Speaker
Description
In the recent years, it has been realized that deep-inelastic scattering with polarization control could provide a variety of spin and azimuthal angle dependent observables sensitive to the quark-gluon interactions. New parton distributions and fragmentation functions have been introduced to describe the rich complexity of the hadron structure and move towards a multi-dimensional imaging of the underlying parton correlations. Besides the hard probe scale, these functions explicitly depend on the parton transverse degrees of freedom at the scale of confinement. Their study promises to open a unprecedented gateway to the peculiar nature of the strongly interacting force.
The CLAS12 experiments with a transversely polarized target (Run-Group H, or RGH) will have a unprecedented sensitivity to several crucial observables whose current knowledge is severely limited by the sparse data available.
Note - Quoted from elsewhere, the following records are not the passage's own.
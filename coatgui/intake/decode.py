"""From bytes to lines of text: the encoding, and the limits a text file must keep."""

from __future__ import annotations

import codecs
import io
from collections.abc import Iterator

from coatgui.intake.errors import Unreadable

LARGEST_FILE = 200_000_000
LONGEST_LINE = 100_000
_CHUNK = 1 << 20
_CHARACTERS = 1 << 17
_NOT_TEXT = "The file is not text: export the table as text."
_MARKS = (
    (codecs.BOM_UTF8, "utf-8-sig"),
    (codecs.BOM_UTF16_LE, "utf-16"),
    (codecs.BOM_UTF16_BE, "utf-16"),
)


def encoding_of(data: bytes) -> str:
    """The encoding of a text file. Raises Unreadable for what is no text."""
    if len(data) > LARGEST_FILE:
        raise Unreadable("The file is larger than 200 MB: split it.")
    for mark, name in _MARKS:
        if data.startswith(mark):
            breaks = _breaks_at(data, name)
            if breaks is not None:
                raise Unreadable(f"The file says it is {name} but breaks at byte {breaks}.")
            return name
    head = data[:4096]
    if b"\x00" in head:
        # In UTF-16, every other byte of plain letters and digits is zero.
        odd, even = head[1::2].count(0), head[0::2].count(0)
        if max(odd, even) < 0.5 * len(head[0::2]) or min(odd, even) > 0.1 * len(head[0::2]):
            raise Unreadable(_NOT_TEXT)
        name = "utf-16-le" if odd >= even else "utf-16-be"
        if _breaks_at(data, name) is not None:
            raise Unreadable(_NOT_TEXT)
        return name
    if any(byte < 9 or 13 < byte < 26 for byte in head):
        raise Unreadable(_NOT_TEXT)
    if data.isascii() or _breaks_at(data, "utf-8") is None:
        return "utf-8"
    return "cp1252" if _breaks_at(data, "cp1252") is None else "latin-1"


def _breaks_at(data: bytes, encoding: str) -> int | None:
    """Where the bytes are not of this encoding (to a chunk), without keeping the text."""
    decoder = codecs.getincrementaldecoder(encoding)()
    view = memoryview(data)
    for start in range(0, len(data) or 1, _CHUNK):
        try:
            decoder.decode(view[start : start + _CHUNK], final=start + _CHUNK >= len(data))
        except UnicodeDecodeError as error:
            return start + error.start
    return None


def lines_of(data: bytes, encoding: str) -> Iterator[str]:
    """The lines, without their ends, one at a time. Raises Unreadable where one is endless."""
    # The bytes are shared, not copied; text is made as it is asked for.
    text = io.TextIOWrapper(io.BytesIO(data), encoding=encoding, errors="replace", newline=None)
    number = 0
    rest = ""
    while chunk := text.read(_CHARACTERS):
        lines = (rest + chunk).split("\n")
        rest = lines.pop()
        if len(rest) >= LONGEST_LINE or (lines and max(map(len, lines)) >= LONGEST_LINE):
            long = next(i for i, line in enumerate([*lines, rest], 1) if len(line) >= LONGEST_LINE)
            raise Unreadable(
                f"Line {number + long} is longer than {LONGEST_LINE} characters: no table."
            )
        number += len(lines)
        yield from lines
    if rest:
        yield rest


def decode(data: bytes) -> tuple[str, str]:
    """Text and encoding of a list. Raises Unreadable for what is no text."""
    encoding = encoding_of(data)
    return data.decode(encoding, errors="replace"), encoding
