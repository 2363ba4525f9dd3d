"""A folder, or some files, as one find: panels, readings, the open lead, and what was refused; or,
as a dry run, what each file would become."""

from __future__ import annotations

import hashlib
import os
from collections.abc import Iterator, Sequence
from pathlib import Path

import numpy as np

from coatgui.intake.assign import Known, assigned
from coatgui.intake.decode import LARGEST_FILE
from coatgui.intake.errors import Unclear, Unreadable
from coatgui.intake.lists import ListedReading, read_panels, read_readings
from coatgui.intake.proposals import Correction, DryRun, Proposal, Standing, Told
from coatgui.intake.ratings_list import read_ratings
from coatgui.intake.reading import read_as_told, read_spectra
from coatgui.intake.spectra import Piece
from coatgui.intake.template import read_lists
from coatgui.intake.workbook import is_workbook
from coatgui.progress import Progress
from coatgui.records import Found, FoundPanel, FoundRating, FoundReading, Refusal, Source, Spectrum

SPECTRUM_ENDINGS = (".csv", ".txt", ".dat", ".tsv", ".xlsx")
_PANEL_LIST, _READINGS_LIST, _RATINGS_LIST = "panels.csv", "readings.csv", "ratings.csv"
_OPEN_LEAD = "open_lead"
_LISTS = (_PANEL_LIST, _READINGS_LIST, _RATINGS_LIST)
_DEEPEST = 12
_MOST_FILES = 50_000
_MOST_BYTES = 2_000_000_000


class UnreadableFolder(Exception):
    """The folder as a whole cannot be used; the message is one sentence for a person."""


def read_folder(
    folder: Path, *, told: Told | None = None, progress: Progress | None = None
) -> Found:
    """Everything usable in a folder and the folders below it. Links that lead out of it are not
    followed. Raises UnreadableFolder where there is no such folder or nothing in it to read."""
    return propose_folder(folder, told=told, progress=progress).found


def propose_folder(
    folder: Path, *, told: Told | None = None, progress: Progress | None = None
) -> DryRun:
    """What `read_folder` would make of every file. Raises UnreadableFolder as that does."""
    if not folder.is_dir():
        raise UnreadableFolder(f"There is no folder '{folder}': check the path.")
    files = list(files_in(folder))
    run = _Run(folder, told or Told()).over(files, progress or Progress())
    if all(p.standing is Standing.PASSED_OVER for p in run.proposals):
        raise UnreadableFolder(
            f"The folder '{folder.name}' holds no file that could be a spectrum "
            f"({', '.join(SPECTRUM_ENDINGS)})."
        )
    return run


def read_files(
    files: Sequence[Path], *, told: Told | None = None, progress: Progress | None = None
) -> Found:
    """Loose files; lists and an open-lead run among them are known by their names."""
    return propose_files(files, told=told, progress=progress).found


def propose_files(
    files: Sequence[Path],
    *,
    below: Path | None = None,
    told: Told | None = None,
    progress: Progress | None = None,
) -> DryRun:
    """What `read_files` would make of every file. Files in a folder `below` which they are chosen
    have the names that they would have if all of it were read."""
    return _Run(below, told or Told(), chosen=True).over(list(files), progress or Progress())


def files_in(folder: Path) -> Iterator[Path]:
    """Files in a folder and below it, in the order of their names; hidden ones and links that lead
    out of the folder are left aside. Raises UnreadableFolder where there are far too many."""
    root = folder.resolve()
    count = 0
    for place, below, names in os.walk(folder, followlinks=False):
        depth = len(Path(place).relative_to(folder).parts)
        below[:] = sorted(b for b in below if not b.startswith(".")) if depth < _DEEPEST else []
        for name in sorted(names):
            path = Path(place) / name
            if name.startswith(".") or not path.is_file():
                continue
            if path.is_symlink() and not path.resolve().is_relative_to(root):
                continue
            count += 1
            if count > _MOST_FILES:
                raise UnreadableFolder(
                    f"The folder '{folder.name}' holds over {_MOST_FILES} files: choose one below."
                )
            yield path


class _Run:
    """Going through files once, collecting proposals and the find at the same time."""

    def __init__(self, folder: Path | None, told: Told, *, chosen: bool = False) -> None:
        self._folder, self._chosen = folder, chosen
        self._told = told
        self._panels: tuple[FoundPanel, ...] = ()
        self._listed: dict[tuple[str, str], ListedReading] = {}
        self._ratings: tuple[FoundRating, ...] = ()
        self._open_lead: tuple[Spectrum, Source] | None = None
        self._readings: list[FoundReading] = []
        self._refused: dict[Refusal, None] = {}
        self._raw: dict[str, bytes] = {}
        self._first_of: dict[str, str] = {}
        self._bytes = 0
        self._proposals: list[Proposal] = []

    def over(self, files: Sequence[Path], progress: Progress) -> DryRun:
        # What lists say is needed for all others; a workbook may hold lists.
        lists_first = sorted(
            files,
            key=lambda p: p.name not in _LISTS and p.suffix != ".xlsx",
        )
        for number, path in enumerate(lists_first):
            progress.at("Reading files", number, len(files))
            self._take(path)
        present = {self._name(path) for path in files}
        for name in dict.fromkeys(file for file, _ in self._listed if file not in present):
            self._refuse(name, "The readings list names this file, but it is not there.")
        progress.at("Reading files", len(files), len(files))
        order = {self._name(path): place for place, path in enumerate(files)}
        self._readings.sort(key=lambda r: order[r.source.file])
        found = Found(
            self._panels,
            tuple(self._readings),
            self._open_lead,
            tuple(self._refused),
            self._raw,
            self._ratings,
        )
        proposals = sorted(self._proposals, key=lambda p: order.get(p.file, len(order)))
        return DryRun(tuple(proposals), found)

    def _name(self, path: Path) -> str:
        if self._folder is None or not path.is_relative_to(self._folder):
            return path.name
        return path.relative_to(self._folder).as_posix()

    def _take(self, path: Path) -> None:
        name = self._name(path)
        if self._told.about(name, "").leave_out:
            self._propose(name, Standing.LEFT_OUT, "nothing")
            return
        expected = path.suffix.casefold() in SPECTRUM_ENDINGS or self._chosen
        try:
            self._read(path, name)
        except Unclear as question:
            self._refuse(name, str(question), Standing.ASKED)
        except Unreadable as problem:
            if expected:
                self._refuse(name, str(problem))
            else:
                self._propose(name, Standing.PASSED_OVER, "nothing", (str(problem),))
        except OSError as error:
            self._refuse(name, f"The file cannot be opened: {error.strerror}.")

    def _read(self, path: Path, name: str) -> None:
        data = self._data(path)
        if path.name == _PANEL_LIST:
            self._take_panels(read_panels(data, name), name)
            return
        if path.name == _READINGS_LIST:
            self._take_listed(read_readings(data, name), name)
            return
        if path.name == _RATINGS_LIST:
            self._take_ratings(read_ratings(data, name), name)
            return
        if is_workbook(data) and (lists := read_lists(data, name)) is not None:
            self._take_panels(lists.panels, name)
            self._take_listed(lists.readings, name)
            if lists.ratings:
                self._take_ratings(lists.ratings, name)
            return
        digest = hashlib.sha256(data).hexdigest()
        if digest in self._first_of:
            raise Unreadable(
                f"The file is the same, byte for byte, as {self._first_of[digest]}: remove one."
            )
        said = self._told.about(name, "").dialect
        pieces = read_spectra(data, name) if said is None else read_as_told(data, said)
        if path.stem == _OPEN_LEAD:
            self._take_open_lead(pieces[0], name, digest)
        else:
            several = len({piece.panel for piece in pieces if piece.panel}) > 1
            known = Known(self._told, self._listed, {p.panel: p for p in self._panels})
            for piece in pieces:
                self._take_piece(piece, name, digest, data, known, len(pieces) == 1, several)
        self._first_of[digest] = name
        self._raw[digest] = data

    def _data(self, path: Path) -> bytes:
        size = path.stat().st_size
        if size > LARGEST_FILE:
            raise Unreadable("The file is larger than 200 MB: split it.")
        self._bytes += size
        if self._bytes > _MOST_BYTES:
            raise Unreadable("With this file the folder exceeds 2 GB: import it in parts.")
        return path.read_bytes()

    def _take_panels(self, panels: tuple[FoundPanel, ...], name: str) -> None:
        self._panels += panels
        self._propose(name, Standing.LIST, f"a list of {_count(len(panels), 'panel')}")

    def _take_listed(self, listed: dict[tuple[str, str], ListedReading], name: str) -> None:
        self._listed.update(listed)
        self._propose(name, Standing.LIST, f"a list of {_count(len(listed), 'reading')}")

    def _take_ratings(self, ratings: tuple[FoundRating, ...], name: str) -> None:
        self._ratings += ratings
        self._propose(name, Standing.LIST, f"a list of {_count(len(ratings), 'rating')}")

    def _take_open_lead(self, piece: Piece, name: str, digest: str) -> None:
        if piece.per_area:
            raise Unclear("An open-lead run has no area: export its values in Ω.")
        self._open_lead = (piece.spectrum, Source(name, digest, "", piece.dialect))
        self._propose(name, Standing.LIST, "the open-lead run", piece.dialect.remarks, piece)

    def _take_piece(
        self,
        piece: Piece,
        name: str,
        digest: str,
        data: bytes,
        known: Known,
        alone: bool,
        several_panels: bool,
    ) -> None:
        said: Correction = self._told.about(name, piece.part)
        if said.leave_out:
            self._propose(name, Standing.LEFT_OUT, "nothing", (), piece)
            return
        try:
            own = self._told.corrections.get((name, piece.part))
            if piece.part and own is not None and own.dialect is not None:
                (piece,) = read_as_told(data, own.dialect, piece.part)
            reading, doubts = assigned(
                piece, name, digest, known, alone=alone, several_panels=several_panels
            )
        except Unreadable as problem:
            standing = Standing.ASKED if isinstance(problem, Unclear) else Standing.REFUSED
            self._refuse(name, str(problem), standing, piece)
            return
        self._readings.append(reading)
        self._propose(
            name,
            Standing.DOUBTFUL if doubts else Standing.READY,
            f"a reading of {reading.panel} at {reading.exposure_h:g} h",
            tuple(dict.fromkeys((*doubts, *piece.dialect.remarks))),
            piece,
            reading,
        )

    def _refuse(
        self,
        name: str,
        reason: str,
        standing: Standing = Standing.REFUSED,
        piece: Piece | None = None,
    ) -> None:
        self._refused.setdefault(Refusal(name, reason))
        self._propose(name, standing, "nothing yet" if standing is Standing.ASKED else "nothing",
                      (reason,), piece)  # fmt: skip

    def _propose(
        self,
        name: str,
        standing: Standing,
        becomes: str,
        sentences: tuple[str, ...] = (),
        piece: Piece | None = None,
        reading: FoundReading | None = None,
    ) -> None:
        if piece is None:
            self._proposals.append(Proposal(name, standing, becomes, sentences=sentences))
            return
        size = np.abs(piece.spectrum.impedance_ohm)
        self._proposals.append(
            Proposal(
                name,
                standing,
                becomes,
                piece.part,
                piece.panel if reading is None else reading.panel,
                piece.exposure_h if reading is None else reading.exposure_h,
                len(piece.spectrum),
                float(piece.spectrum.frequency_hz[-1]),
                float(piece.spectrum.frequency_hz[0]),
                float(size.min()),
                float(size.max()),
                sentences,
                piece.dialect,
            )
        )


def _count(number: int, what: str) -> str:
    return f"{number} {what}" if number == 1 else f"{number} {what}s"
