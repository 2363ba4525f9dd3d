"""Complex numbers in one cell: "1.2e6-3.4e5j", "1.2e6 - j 3.4e5", "(1.2e6, -3.4e5)"."""

from __future__ import annotations

import re
from collections.abc import Callable, Sequence
from functools import cache

from coatgui.intake.segments import Cell

_FEWEST = 3
_LOOKED_AT = 100
_MARK = "\x00"


@cache
def _pattern(delimiter: str) -> re.Pattern[str]:
    """A complex number and nothing else. A comma is no decimal sign where it parts cells. Numbers
    are atomic, so that a cell costs no more than its length."""
    exponent = r"(?>(?:[eEdD][+\-−]?\d{1,4})?)"
    point = rf"(?>\d+(?:\.\d+)*\.?|\.\d+){exponent}"
    comma = rf"(?>\d+(?:,\d+)*|,\d+){exponent}"
    number = point if delimiter == "," else rf"(?>\d+(?:[.,]\d+)*\.?|[.,]\d+){exponent}"
    forms = [
        rf"\(? *([+\-−]?{number}) *([+\-−]) *({number}) *\*? *[ij] *\)?",
        rf"\(? *([+\-−]?{number}) *([+\-−]) *[ij] *\*? *({number}) *\)?",
        rf"\( *([+\-−]?{point}) *[,; ] *([+\-−]?{point}) *\)",
    ]
    if delimiter != ",":
        forms.append(rf"\( *([+\-−]?{comma})(?: *; *|,? +)([+\-−]?{comma}) *\)")
    return re.compile("|".join(forms))


@cache
def _candidates(delimiter: str) -> re.Pattern[str]:
    """Cells that may be such a number: in brackets, or with i or j near the end."""
    d = re.escape(delimiter)
    inside = rf"[^{d}()]{{2,60}}"
    return re.compile(
        rf'(?<![^{d}])[ "]{{0,3}}(?:\([^()]{{3,80}}\)|{inside}[ij]|[^{d}ij]{{2,40}}[ij]{inside})'
        rf'[ "]{{0,3}}(?![^{d}])'
    )


def _parts(found: re.Match[str]) -> tuple[str, str]:
    real, *imaginary = [part for part in found.groups() if part is not None]
    return real, "".join(imaginary)


@cache
def opener(delimiter: str, mark: str = "") -> Callable[[str], str]:
    """A function that writes each complex number of a line as two cells, `mark` before them."""
    substitute, match = _candidates(delimiter).sub, _pattern(delimiter).fullmatch

    def two(cell: re.Match[str]) -> str:
        found = match(cell[0].strip(' "'))
        return f"{mark}{delimiter.join(_parts(found))}" if found else cell[0]

    return lambda line: substitute(two, line)


def holds_complex(sample: Sequence[str], delimiter: str) -> bool:
    """Whether complex numbers are what the lines with numbers consist of."""
    numbered = [line for line in sample if re.search(r"\d", line)][:_LOOKED_AT]
    opened = opener(delimiter)
    count = sum(any(c in line for c in "ij(") and opened(line) != line for line in numbered)
    return count >= _FEWEST and 2 * count > len(numbered)


def pairs_in(line: str, delimiter: str, split: Callable[[str], list[str]]) -> tuple[int, ...]:
    """Where the real parts of a line stand, once it is cut."""
    cells = split(opener(delimiter, _MARK)(line))
    return tuple(i for i, cell in enumerate(cells) if cell.startswith(_MARK))


def opened_sheet(
    rows: list[tuple[int, list[Cell]]],
) -> tuple[list[tuple[int, list[Cell]]], tuple[int, ...]]:
    """Rows of a sheet with a further column behind each that holds complex numbers, as the
    spreadsheet programs' own functions write them, and where the real parts stand then."""
    match = _pattern(";").fullmatch
    found: dict[int, int] = {}
    for _, cells in rows:
        for i, cell in enumerate(cells):
            if isinstance(cell, str) and cell[-1:] in "ij)" and cell and match(cell):
                found[i] = found.get(i, 0) + 1
    columns = {i for i, times in found.items() if times >= _FEWEST}
    if not columns:
        return rows, ()
    opened: list[tuple[int, list[Cell]]] = []
    for number, cells in rows:
        row: list[Cell] = []
        for i, cell in enumerate(cells):
            whole = match(cell) if i in columns and isinstance(cell, str) else None
            row += map(_plain, _parts(whole)) if whole else [cell, ""] if i in columns else [cell]
        while row and row[-1] == "":
            row.pop()
        opened.append((number, row))
    return opened, tuple(i + shift for shift, i in enumerate(sorted(columns)))


def _plain(text: str) -> Cell:
    try:
        return float(text.replace("−", "-"))
    except ValueError:
        return text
Distinctive features, common to all three RGH experiments, are the precise measurement of parton distributions and phenomena in the poorly explored valence region (large Bjorken-x) where current models project their magnitude to be peaking, a luminosity at least one order of magnitude higher than the previous experiments, a large acceptance detector for the disentanglement of the various correlations and kinematic regimes, and an excellent particle identification capability to access flavor sensitivity.
This work presents a selection of upcoming measurements planned at CLAS12 to address the mysteries of the nucleon structure from a modern point of view.